Question

You are the head of an IT department that is planning to move several critical production applications to Amazon Web Services. You will be directly managing EC2 instances and supporting infrastructure as well as the database servers and application stacks underlying the applications. Senior management has expressed concern about the risk to the company's intellectual property as a result of running these applications on AWS. You need to provide a written response to their concerns, highlighting AWS features and other technologies that you could use to mitigate these risks. One or two sentences should be enough to cover each risk.

The risks you need to address are:

Other AWS customers might be able to eavesdrop on communication between our servers.

Any of our EC2 instances might be running on the same physical host as those of another customer, exposing us to side-channel attacks through shared memory resources or hypervisor vulnerabilities.

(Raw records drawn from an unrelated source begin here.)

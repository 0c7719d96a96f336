import type { I18n } from "@lingui/core";
import { formatLevel } from "../../../shared/format/level";
import type { Locale } from "../../../shared/i18n/index";
import type { ProtectorFacts } from "../../../shared/schemas/evaluation";

/** The single numbers of a label, those that are stated: "SNR 33, H 34, M 30, L 26". */
export function labelledData(
  i18n: I18n,
  facts: ProtectorFacts,
  locale: Locale,
): { key: string; label: string; value: string }[] {
  const numbers = [
    { key: "us", label: i18n.t("US single number"), db: facts.usRatingDb },
    { key: "snr", label: i18n.t("SNR"), db: facts.snrDb },
    { key: "h", label: i18n.t("H"), db: facts.hDb },
    { key: "m", label: i18n.t("M"), db: facts.mDb },
    { key: "l", label: i18n.t("L"), db: facts.lDb },
    { key: "slc80", label: i18n.t("SLC80"), db: facts.slc80Db },
  ];
  return numbers.flatMap(({ key, label, db }) =>
    db === null ? [] : [{ key, label, value: formatLevel(db, locale) }],
  );
}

Important proprietary data will be retained in persistent storage on some of our instances. An Amazon sysadmin could conceivably access our storage volumes and extract that data.

A major outage at an Amazon datacenter hosting our AWS resources could knock our applications offline, costing us significant revenue.

Answer 1

1=To prevent from eavesdrop,all AWS services provide secure customer access points (also called API endpoints) that allow you to establish secure HTTPS communication sessions.HTTPS uses the SSL/TLS protocol, which uses public-key cryptography to prevent eavesdropping, tampering, and forgery.

2=Amazon Web Services provides a range of networking services that enable you to create a logically isolated network that you define, establish a private network connection to the AWS cloud, use a highly available and scalable DNS service and deliver content to your end users with low latency at high data transfer speeds with a content delivery web service.So their is no chance of side-channel attacks through shared memory resources

3=Every AWS resource is owned by an AWS account, and permissions to create or access a resource are governed by permissions policies. An account administrator can attach permissions policies to AWS Identity and Access Management (IAM) identities (that is, users, groups, and roles).When granting permissions, you decide who is getting the permissions, the resources they get permissions for, and the specific actions that you want to allow on those resources.So without our permission no one can extract the data.

4=The data center electrical power systems are designed to be fully redundant and maintainable without impact to operations, 24 hours a day, and seven days a week. Uninterruptible Power Supply (UPS) units provide back-up power in the event of an electrical failure for critical and essential loads in the facility. Data centers use generators to provide back-up power for the entire facility so there is no fear of outage.